Hard Amnesty report: ‘Police go way too far in tackling demonstrators’


Prof Dr. Robert Gorter

June 1st, 2023


The police remove blocking activists of Extinction Rebellion from the A12 in The Hague for the seventh time. © ANP

In recent years, the police have gone completely overboard in tackling ‘peaceful demonstrators across the European Union (EU). This is stated by Amnesty International on the basis of a two-year investigation and interviews with approximately fifty-five demonstrators in The Netherlands. With ‘unannounced home visits’ and ‘unlawful ID checks’, agents often went beyond their limits, says the human rights organization. “We want this to stop.”

Amnesty International has, among other things, requested documents from municipalities and the police about surveillance during demonstrations. This would show that the police are violating the rights of demonstrators, such as the right to privacy and the right to protest. Especially since the corona crisis, agents are eagerly looking for all kinds of personal data of demonstrators, such as their address, citizen service number, and date of birth. Data would also be requested from parents and children of activists. That is cause for concern, says the human rights organization.

Controlling demonstrators does not just fall out of the blue. The police have been concerned for some time about the ‘increasing social discontent’ and see that ‘aggression and violence remain at too high a level’. For example, in The Netherlands in 2020, the first corona year, the number of incidents in which officers reacted with violence towards demonstrators rose from 10,624 to 12,543. Last year (2022), the number of violent incidents remained as high as 12,895.

Group app infiltration

In particular, violence during ‘unplanned arrests’ increased. According to the police, this is partly due to the number of demonstrations. The police expect that officers will be confronted with aggression and violence more often and seem to want to reduce the risk of more incidents through preventive investigation. According to Amnesty, the powers used by the police are ‘formulated too vaguely and violate the right to privacy’.

This mainly concerns illegal ID checks, social media monitoring, drones at demonstrations, infiltration of group apps, and unannounced home visits. Supervision and control of this are lacking. Each ID check would also be registered in police databases for at least five years. This is contrary to the right to privacy and the right to demonstrate, says spokesman Elke Kuijper. “The police are doing everything they can to find out who is demonstrating. Amnesty wants this unauthorized surveillance of peaceful demonstrators to stop and only be used if there is a suspicion of a serious crime.”
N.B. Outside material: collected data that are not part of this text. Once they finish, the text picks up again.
/**
 * A pack's physics, prepared once for the filter: shares of charge per day, curves scaled
 * to the pack, the end depth of each month.
 */
import type { EpochDays, Microamps, Millivolts } from "../units";
import { ASSUMED } from "./assumptions";
import { baseCutoffMv, grossCapacity, overload } from "./capacity";
import { DAYS_PER_YEAR } from "./climate";
import { CURVES } from "./curve-tables";
import { type PackCurve, packCurve, packEndDepth } from "./cutoff";
import { isConstant, isSteady, packAverageUa, packPeakUa } from "./duty";
import {
  type EndOfLife,
  type EndTerms,
  type ResistanceBelief,
  endOfLife,
  tableEndDepth,
} from "./end-of-life";
import type {
  Calibration,
  Chemistry,
  CurveLesson,
  FleetPrior,
  LoggedTemperature,
  PackSpec,
} from "./pack";
import { type SiteTemperatures, siteTemperatures } from "./site-temperature";

const MIN_FULL_SHARE = 0.5;
const MAX_SHELF_LOSS = 0.9;
const TINY = 1e-9;
/** How much further off the curve may be where readings show that it does not fit. */
const MISFIT = 3;
/** Share of a table's spread that differs from one reading to the next. */
const UNTAUGHT_NOISE = 0.25;
const LONGEST_AGE_YEARS = 15;
const RECHARGED: readonly Chemistry[] = ["vrla", "lifepo4"];

/** ln(rate) and ln(draw) before any reading: both normal. */
export interface RatePrior {
  readonly mean: number;
  readonly sd: number;
  readonly drawMean: number;
  readonly drawSd: number;
}

export interface PackModel {
  readonly pack: PackSpec;
  readonly curve: PackCurve;
  readonly averageUa: Microamps;
  readonly peakUa: Microamps;
  /** Share of a full pack drawn per day at the nominal draw and capacity. */
  readonly drawPerDay: number;
  /** Share of the charge left that is lost per day at 20 °C by self-discharge. */
  readonly leakPerDay: number;
  /** How warm it was and will be at its site. */
  readonly site: SiteTemperatures;
  readonly endTerms: EndTerms;
  /** Where it stops, before any loaded reading has told of the resistance. */
  readonly end: EndOfLife;
  /** The resistance that decides it, relative to the sheet's. */
  readonly endResistance: ResistanceBelief;
  readonly startDepth: number;
  readonly startSd: number;
  /** Spread of the pack's voltage offset against the curve, and of readings around that, mV. */
  readonly offsetSdMv: Millivolts;
  readonly noiseMv: Millivolts;
  /** Depth over which that offset stays the same, roughly. */
  readonly offsetDepth: number;
  /** Resistance of this pack before any reading, relative to its curve. */
  readonly resistance: ResistanceBelief;
  readonly prior: RatePrior;
  readonly calibration: Calibration | null;
}

/** Charge of one cell at depth 1 of its curve, at the device's average draw, mAh. */
export function fullCapacity(pack: PackSpec, averageUa: Microamps): number {
  const { cell } = pack;
  const base = baseCutoffMv(cell);
  const single: PackSpec = { ...pack, series: 1, parallel: 1, cutoffMv: base };
  const reached = packEndDepth(single, cell.rated.currentUa, cell.rated.temperatureDc);
  const gross = grossCapacity(cell, averageUa / pack.parallel, base, 200);
  return gross / Math.max(reached, MIN_FULL_SHARE);
}

function ratePrior(pack: PackSpec, fleet: FleetPrior | null): RatePrior {
  const beyond = overload(pack.cell, packAverageUa(pack) / pack.parallel);
  const capacity = fleet?.capacityFactor ?? {
    mean: ASSUMED.capacityMean * Math.exp(beyond.mean),
    relativeSd: Math.hypot(ASSUMED.capacitySd, beyond.sd),
  };
  const assumed = isConstant(pack) ? ASSUMED.constantDrawSd : ASSUMED.drawSd;
  const learned = fleet?.drawFactor ?? { mean: 1, relativeSd: assumed };
  const draw = pack.measuredDraw ? { mean: 1, relativeSd: pack.measuredDraw.relativeSd } : learned;
  const drawMean = Math.log(draw.mean);
  const drawSd = Math.min(Math.max(draw.relativeSd, 0.01), 1.5);
  const capacitySd = Math.min(Math.max(capacity.relativeSd, 0.01), 1.5);
  return {
    mean: drawMean - Math.log(capacity.mean),
    sd: Math.hypot(drawSd, capacitySd),
    drawMean,
    drawSd,
  };
}

/** Loss on the shelf between the day the cells were made and the installation, 0..0.9. */
function shelfLoss(pack: PackSpec, leakPerDay: number): number {
  if (pack.madeAt === null || pack.madeAt >= pack.installedAt) return 0;
  // rechargeable blocks are charged before they go in
  if (RECHARGED.includes(pack.cell.chemistry)) return 0;
  // stores are taken to be at 20 °C: the site's climate begins with the installation
  return Math.min(MAX_SHELF_LOSS, -Math.expm1(-leakPerDay * (pack.installedAt - pack.madeAt)));
}

/**
 * Resistance before any loaded reading. A sheet states what a short pulse meets; a load that
 * hardly ever pauses meets the cell's slow polarisation as well: taken as 40 mV an element at
 * the 20-hour rate, with the square root of the current (an LR6 on 5.5 ohm and an FR6 on 15 ohm
 * fall by 0.11 V and 0.03 V; the rest from memory), and known to two fifths.
 */
function resistanceOf(pack: PackSpec, curve: PackCurve, lesson: CurveLesson | null) {
  if (lesson) return { mean: 1, sd: lesson.resistanceSd };
  const ua = packAverageUa(pack);
  if (!isSteady(pack)) return { mean: 1, sd: ASSUMED.resistanceSd };
  const twentyHourUa = (pack.cell.rated.capacityMah * 1000 * pack.parallel) / 20;
  const slowMv = 40 * curve.restScale * Math.sqrt(ua / twentyHourUa);
  const mean = 1 + Math.min(40, slowMv / Math.max(1e-3, (ua * curve.freshMohm) / 1e6));
  return { mean, sd: Math.hypot(0.4 * mean, mean - 1) };
}

/** A full cell's charge, and the shares of it that a day takes by leak and by draw. */
function charges(pack: PackSpec, averageUa: Microamps) {
  const fullMah = fullCapacity(pack, averageUa);
  const yearlyLeak = (pack.cell.selfDischargePpmPerYear / 1e6) * pack.cell.rated.capacityMah;
  return {
    fullMah,
    leakPerDay: yearlyLeak / fullMah / DAYS_PER_YEAR,
    drawPerDay: (averageUa * 0.024) / (fullMah * pack.parallel),
  };
}

/** Depth at which a pack starts, and how well that is known. */
function startOf(pack: PackSpec, leakPerDay: number) {
  const startDepth = shelfLoss(pack, leakPerDay);
  return { startDepth, startSd: Math.hypot(ASSUMED.startDepthSd, startDepth * 0.5) };
}

/** How far the pack's voltages may lie off its curve. */
function curveErrors(pack: PackSpec, { restScale }: PackCurve, lesson: CurveLesson | null) {
  const { spreadMv } = CURVES[pack.cell.chemistry];
  return {
    offsetSdMv: restScale * (lesson?.spreadMv ?? spreadMv),
    noiseMv: restScale * (lesson?.noiseMv ?? UNTAUGHT_NOISE * spreadMv),
    offsetDepth: lesson ? ASSUMED.taughtErrorDepth : ASSUMED.curveErrorDepth,
  };
}

/** Prepare a pack for the filter. */
export function packModel(
  pack: PackSpec,
  fleet: FleetPrior | null,
  temperatures: readonly LoggedTemperature[] = [],
): PackModel {
  const lesson = fleet?.curve ?? null;
  // the depth axis ends where the published curve does; what was learned lies on that axis
  const published = packCurve(pack);
  const curve = lesson ? packCurve(pack, lesson) : published;
  const averageUa = packAverageUa(pack);
  const peakUa = packPeakUa(pack);
  const { fullMah, leakPerDay, drawPerDay } = charges(pack, averageUa);
  const terms: EndTerms = {
    pack,
    curve: published,
    peakUa,
    cap: tableEndDepth(pack, averageUa, fullMah),
    steady: isSteady(pack),
    aged: grown(pack, 1 / Math.max(drawPerDay + leakPerDay, TINY)),
  };
  const resistance = resistanceOf(pack, curve, lesson);
  const endResistance = fleet?.endResistance ?? resistance;
  return {
    pack,
    curve,
    averageUa,
    peakUa,
    drawPerDay,
    leakPerDay,
    site: siteTemperatures(pack.monthlyMeanDc, temperatures),
    endTerms: terms,
    end: endOfLife(terms, endResistance),
    endResistance,
    ...startOf(pack, leakPerDay),
    ...curveErrors(pack, curve, lesson),
    resistance,
    prior: ratePrior(pack, fleet),
    calibration: fleet?.calibration ?? null,
  };
}

/** The same pack where its readings show that the curve is not that of its cells. */
export function distrusted(model: PackModel): PackModel {
  const { mean, sd } = model.resistance;
  return {
    ...model,
    offsetSdMv: MISFIT * model.offsetSdMv,
    noiseMv: MISFIT * model.noiseMv,
    resistance: { mean, sd: MISFIT * sd },
  };
}

/** Exponent of self-discharge between two days: the share kept is e to its negative. */
export function leakBetween(model: PackModel, from: EpochDays, to: EpochDays): number {
  return model.leakPerDay * model.site.ageing.between(from, to);
}

/** Resistance after some days in service relative to new, at equal depth and temperature. */
function grown(pack: PackSpec, days: number): number {
  const years = Math.min(LONGEST_AGE_YEARS, Math.max(0, days) / DAYS_PER_YEAR);
  return 1 + CURVES[pack.cell.chemistry].resistanceGrowthPerYear * years;
}

/** The same on a date. */
export function resistanceAge(model: PackModel, at: EpochDays): number {
  return grown(model.pack, at - model.pack.installedAt);
}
Dozens of activists whom Amnesty spoke to experience police actions at demonstrations as intimidating. They feel hindered in exercising their fundamental rights. “At one point there were seven or nine officers around us, while there were only four of us,” says Robert, who recently attended an anti-racism demonstration. “We were told that we were doing something that was not allowed, so they wanted to see our ID. They claim their position of power. They searched anyone who did not want to show their ID.”

At last week’s demonstrations, the police quickly deployed a water cannon (video):


Climate activists ‘enjoy’ water cannon on A12 The Hague

Another activist states that she has started a procedure to view her data. “In what I was allowed to see, I especially noticed the tone in which I was spoken about. The BOA had said, among other things: ‘they also discriminate against us whites’.”
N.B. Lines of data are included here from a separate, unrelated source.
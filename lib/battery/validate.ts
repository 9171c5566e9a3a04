/**
 * What a forecast can work with. Every fault names its field and how to mend it; numbers
 * that pass here give a forecast without NaN, however extreme they are.
 */
import { type Fault, invalid } from "../errors";
import { CHEMISTRIES, type CapacityPoint, type ForecastInput, type PackSpec } from "./pack";

const DAY_LIMIT = 100_000;

/** Faults of an input, empty when it can be forecast. */
export function forecastFaults(input: ForecastInput): readonly Fault[] {
  const faults: Fault[] = [];
  const need = (holds: boolean, field: string, message: string, row?: number): void => {
    if (!holds) faults.push(row === undefined ? { field, message } : { field, message, row });
  };
  checkCell(input.pack, need);
  checkPack(input.pack, need);
  checkHistory(input, need);
  return faults;
}

type Need = (holds: boolean, field: string, message: string, row?: number) => void;

const within = (x: number, low: number, high: number): boolean => x >= low && x <= high;
const isDay = (x: number): boolean => within(x, -DAY_LIMIT, DAY_LIMIT);

function checkPoint(point: CapacityPoint, field: string, need: Need, row?: number): void {
  need(within(point.currentUa, 0.001, 1e9), `${field}.currentUa`, "Give a current above 0.", row);
  need(within(point.cutoffMv, 0, 1e6), `${field}.cutoffMv`, "Give a cut-off of 0 or more.", row);
  need(
    within(point.temperatureDc, -2000, 2000),
    `${field}.temperatureDc`,
    "Give a temperature in tenths of a degree between -2000 and 2000.",
    row,
  );
  need(
    within(point.capacityMah, 0.001, 1e9),
    `${field}.capacityMah`,
    "Give a capacity above 0.",
    row,
  );
}

function checkCell({ cell }: PackSpec, need: Need): void {
  need(
    CHEMISTRIES.includes(cell.chemistry),
    "cell.chemistry",
    `Use one of: ${CHEMISTRIES.join(", ")}.`,
  );
  need(within(cell.nominalMv, 100, 1e5), "cell.nominalMv", "Give 100 to 100000 mV.");
  need(
    within(cell.selfDischargePpmPerYear, 0, 1e6),
    "cell.selfDischargePpmPerYear",
    "Give 0 to 1000000 parts per million a year.",
  );
  need(within(cell.resistanceMohm, 0, 1e8), "cell.resistanceMohm", "Give 0 or more milliohms.");
  checkPoint(cell.rated, "cell.rated", need);
  cell.capacityTable.forEach((p, i) => checkPoint(p, "cell.capacityTable", need, i + 1));
}

function checkPack(pack: PackSpec, need: Need): void {
  const count = (n: number): boolean => Number.isInteger(n) && within(n, 1, 1000);
  need(count(pack.series), "series", "Give a whole number from 1 to 1000.");
  need(count(pack.parallel), "parallel", "Give a whole number from 1 to 1000.");
  need(within(pack.cutoffMv, 0, 1e7), "cutoffMv", "Give a cut-off voltage of 0 mV or more.");
  need(isDay(pack.installedAt), "installedAt", "Give the day the pack was installed.");
  need(
    pack.madeAt === null || isDay(pack.madeAt),
    "madeAt",
    "Give the day the cells were made, or leave it empty.",
  );
  need(
    pack.monthlyMeanDc.length === 12 && pack.monthlyMeanDc.every((t) => within(t, -1000, 1000)),
    "monthlyMeanDc",
    "Give twelve monthly mean temperatures in tenths of a degree, January first.",
  );
  pack.duty.forEach((state, i) => {
    need(within(state.currentUa, 0, 1e9), "duty.currentUa", "Give a current of 0 or more.", i + 1);
    need(within(state.durationMs, 0, 1e12), "duty.durationMs", "Give a time of 0 or more.", i + 1);
  });
  const draw = pack.measuredDraw;
  need(
    !draw || within(draw.averageUa, 0, 1e9),
    "measuredDraw.averageUa",
    "Give a current of 0 or more.",
  );
  need(
    !draw || within(draw.relativeSd, 0, 10),
    "measuredDraw.relativeSd",
    "Give the relative spread as a share, 0 to 10.",
  );
}

function checkHistory(input: ForecastInput, need: Need): void {
  need(isDay(input.now), "now", "Give the day of the forecast.");
  input.readings.forEach((r, i) => {
    need(isDay(r.at), "readings.at", "Give the day of the reading.", i + 1);
    need(Number.isFinite(r.millivolts), "readings.millivolts", "Give the voltage in mV.", i + 1);
    need(
      r.loadUa === null || within(r.loadUa, 0, 1e9),
      "readings.loadUa",
      "Give a load of 0 or more, or leave it empty.",
      i + 1,
    );
    need(
      r.temperatureDc === null || within(r.temperatureDc, -1000, 1000),
      "readings.temperatureDc",
      "Give tenths of a degree between -1000 and 1000, or leave it empty.",
      i + 1,
    );
    need(
      r.accuracyMv === null || within(r.accuracyMv, 0, 1e6),
      "readings.accuracyMv",
      "Give the accuracy in mV, or leave it empty.",
      i + 1,
    );
  });
  input.temperatures?.forEach((t, i) => {
    need(isDay(t.at), "temperatures.at", "Give the day of the temperature.", i + 1);
    need(
      within(t.temperatureDc, -1000, 1000),
      "temperatures.temperatureDc",
      "Give tenths of a degree between -1000 and 1000.",
      i + 1,
    );
  });
  input.drawShifts?.forEach((s, i) => {
    need(isDay(s.at), "drawShifts.at", "Give the day of the shift.", i + 1);
    need(within(s.factor, 0.05, 20), "drawShifts.factor", "Give 0.05 to 20.", i + 1);
    need(within(s.relativeSd, 0, 2), "drawShifts.relativeSd", "Give 0 to 2.", i + 1);
  });
  checkEvents(input, need);
}

function checkEvents(input: ForecastInput, need: Need): void {
  input.events.forEach((e, i) => {
    need(isDay(e.at), "events.at", "Give the day of the event.", i + 1);
    const alive = e.lastAliveAt ?? e.at;
    need(
      isDay(alive) && alive <= e.at,
      "events.lastAliveAt",
      "Give a day before it stopped.",
      i + 1,
    );
  });
  const prior = input.prior;
  for (const key of ["capacityFactor", "drawFactor"] as const) {
    const factor = prior?.[key];
    need(!factor || within(factor.mean, 0.01, 100), `prior.${key}.mean`, "Give 0.01 to 100.");
    need(!factor || within(factor.relativeSd, 0, 10), `prior.${key}.relativeSd`, "Give 0 to 10.");
  }
}

/** Throw `invalid` with every fault unless the input can be forecast. */
export function assertForecastable(input: ForecastInput): void {
  const faults = forecastFaults(input);
  if (faults.length > 0) throw invalid("The pack or its readings cannot be used.", faults);
}
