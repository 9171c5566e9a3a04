/**
 * The diffusion model (Rakhmatov, Vrudhula & Wallach, ISLPED 2002): the cell is empty when
 * the apparent charge
 *   sigma(t) = sum_k I_k [D_k + 2 sum_{m=1..N} (e^{-b²m²(t-t_{k+1})} - e^{-b²m²(t-t_k)})/(b²m²)]
 * reaches alpha. Currents in mA, times in minutes, alpha in mA min. The published alpha and
 * beta were fitted with N = 10 terms and hold only with that N.
 */
export interface Diffusion {
  readonly alphaMaMin: number;
  readonly beta: number;
  readonly terms: number;
}

/** A load profile: current from each start until the next; the last one stays. */
export interface LoadProfile {
  readonly loadsMa: readonly number[];
  readonly startsMin: readonly number[];
}

/** Apparent charge lost by `t` minutes, mA min. */
export function apparentCharge(model: Diffusion, profile: LoadProfile, t: number): number {
  let sigma = 0;
  profile.loadsMa.forEach((current, k) => {
    const start = profile.startsMin[k] ?? 0;
    if (start >= t) return;
    const end = Math.min(t, profile.startsMin[k + 1] ?? t);
    let sum = end - start;
    for (let m = 1; m <= model.terms; m++) {
      const rate = model.beta * model.beta * m * m;
      sum += (2 * (Math.exp(-rate * (t - end)) - Math.exp(-rate * (t - start)))) / rate;
    }
    sigma += current * sum;
  });
  return sigma;
}

/** First minute at which the apparent charge reaches alpha; Infinity past `limitMin`. */
export function diffusionLifetime(model: Diffusion, profile: LoadProfile, limitMin = 1e6): number {
  const edges = [...profile.startsMin.slice(1), limitMin];
  let low = 0;
  for (const edge of edges) {
    const crossing = crossingBetween(model, profile, low, edge);
    if (crossing !== null) return crossing;
    low = edge;
  }
  return Infinity;
}

/** Under constant current sigma rises, so within one piece its crossing is bracketed. */
function crossingBetween(
  model: Diffusion,
  profile: LoadProfile,
  from: number,
  to: number,
): number | null {
  if (apparentCharge(model, profile, to) < model.alphaMaMin) return null;
  let low = from;
  let high = to;
  for (let i = 0; i < 80; i++) {
    const middle = (low + high) / 2;
    if (apparentCharge(model, profile, middle) < model.alphaMaMin) low = middle;
    else high = middle;
  }
  return (low + high) / 2;
}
‘The law does not suffice’

Since January 1, 2005, everyone over the age of 14 must be able to show valid proof of identification if requested by the police, based on the Compulsory Identification Act (WUI). The WUI was intended to increase safety and reduce nuisance. When it was introduced, it was emphasized that the police could not just ask for identification. This concerns threats of violence at demonstrations where riots may arise. “But the police practices investigated in this report go directly against what is seen as desirable or permissible in the law,” says Kuijper.
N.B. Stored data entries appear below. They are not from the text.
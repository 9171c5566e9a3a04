/**
 * How forecasts are held against what came of them: of each finished pack the forecasts that
 * would have been made at some of its readings are scored by the probability they gave to all
 * days up to the one it stopped on. Those should be even between 0 and 1; where their normal
 * scores lie too far out or too close in, later windows are made wider or narrower by as much.
 * Source: Gneiting, Balabdaoui & Raftery, JRSS B 69, 2007 (calibration by the probability
 * integral transform).
 */
import { normalQuantile } from "../stats/normal";
import { forecastPack } from "./forecast";
import { chanceOutBy } from "./forecast";
import type { Calibration, FleetPrior, PackReading, PackSpec } from "./pack";

/** Where in a pack's readings its forecasts are judged, as shares of their number. */
const JUDGED_AT = [0.2, 0.4, 0.6, 0.8] as const;
/** No window is scaled on fewer than this many packs' word alone. */
const OWN_WEIGHT = 6;
/** A common shift is half believed: the next packs meet other winters than the last ones did. */
const SHIFT_SHARE = 0.5;
/**
 * How far narrowing is believed, as a power: packs are judged under their cohort's prior, wider
 * than the one of a device with a history of its own, and short lives with few readings hang on
 * that. Half up to a year's life, the whole from two years on.
 */
const narrowing = (years: number): number => Math.min(1, Math.max(0.5, years / 2));
/** A perfect forecaster's scores lie within this of 0 four times in five. */
const Z80 = 1.2815515655446004;
const LEAST_CHANCE = 0.002;
const NARROWEST = 0.6;
const WIDEST = 3;

export interface JudgedPack {
  readonly pack: PackSpec;
  readonly readings: readonly PackReading[];
  readonly outAt: number;
  readonly prior: FleetPrior;
}

/** Normal scores of one pack's end under its own forecasts. */
export function endScores({ pack, readings, outAt, prior }: JudgedPack): number[] {
  const known = readings.filter((r) => r.at > pack.installedAt && r.at < outAt);
  const places = new Set(JUDGED_AT.map((share) => Math.floor(share * known.length)));
  return [...places].flatMap((k) => {
    const now = known[k]?.at;
    if (now === undefined) return [];
    const events = [{ kind: "reporting" as const, at: now }];
    const said = forecastPack({ pack, readings: known.slice(0, k + 1), events, prior, now });
    const chance = chanceOutBy(said, outAt);
    return [normalQuantile(Math.min(1 - LEAST_CHANCE, Math.max(LEAST_CHANCE, chance)))];
  });
}

/**
 * Shift and spread of the scores of many packs, drawn towards 0 and 1 where they are few;
 * `years` is their mean life.
 */
export function calibrate(scores: readonly (readonly number[])[], years: number): Calibration {
  const packs = scores.filter((s) => s.length > 0);
  const all = packs.flat().sort((a, b) => a - b);
  const own = packs.length / (packs.length + OWN_WEIGHT);
  const shift = SHIFT_SHARE * own * (all[all.length >> 1] ?? 0);
  const away = all.map((z) => Math.abs(z - shift)).sort((a, b) => a - b);
  const found = (away[Math.floor(0.8 * away.length)] ?? Z80) / Z80;
  const ratio = found < 1 ? found ** narrowing(years) : found;
  const spread = Math.exp(own * Math.log(Math.max(0.2, ratio)));
  return { shift, spread: Math.min(WIDEST, Math.max(NARROWEST, spread)) };
}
High risk of arbitrariness, discrimination, and abuse of power. We want illegal identity checks to stop

Dagmar Oudshoorn, director of Amnesty International Netherlands

The law is therefore not sufficient, says Dagmar Oudshoorn, director of Amnesty International Netherlands. “The police in the Netherlands have too broad powers to determine for themselves who they stop and check during demonstrations. This creates a high risk of arbitrariness, discrimination, and abuse of power. We want the illegal identity checks to stop.”

Police response

Without certain personal information, the police cannot estimate the risks associated with a demonstration and how much police capacity they must deploy to steer the demonstration in the right direction, a spokesperson said. The police take signals about ‘incorrect proportionality considerations’ ‘seriously’. “It is by no means the intention of the police to intimidate people who use their right to demonstrate. If people do feel intimidated, this is an undesirable effect of our actions.”

Since 2016, Amnesty International has been looking at how demonstrators are treated in the Netherlands. This happens, for example, during the actions of Extinction Rebellion. More than 1,500 demonstrators were brutally arrested in last Saturday’s action. Most people are not yet prosecuted.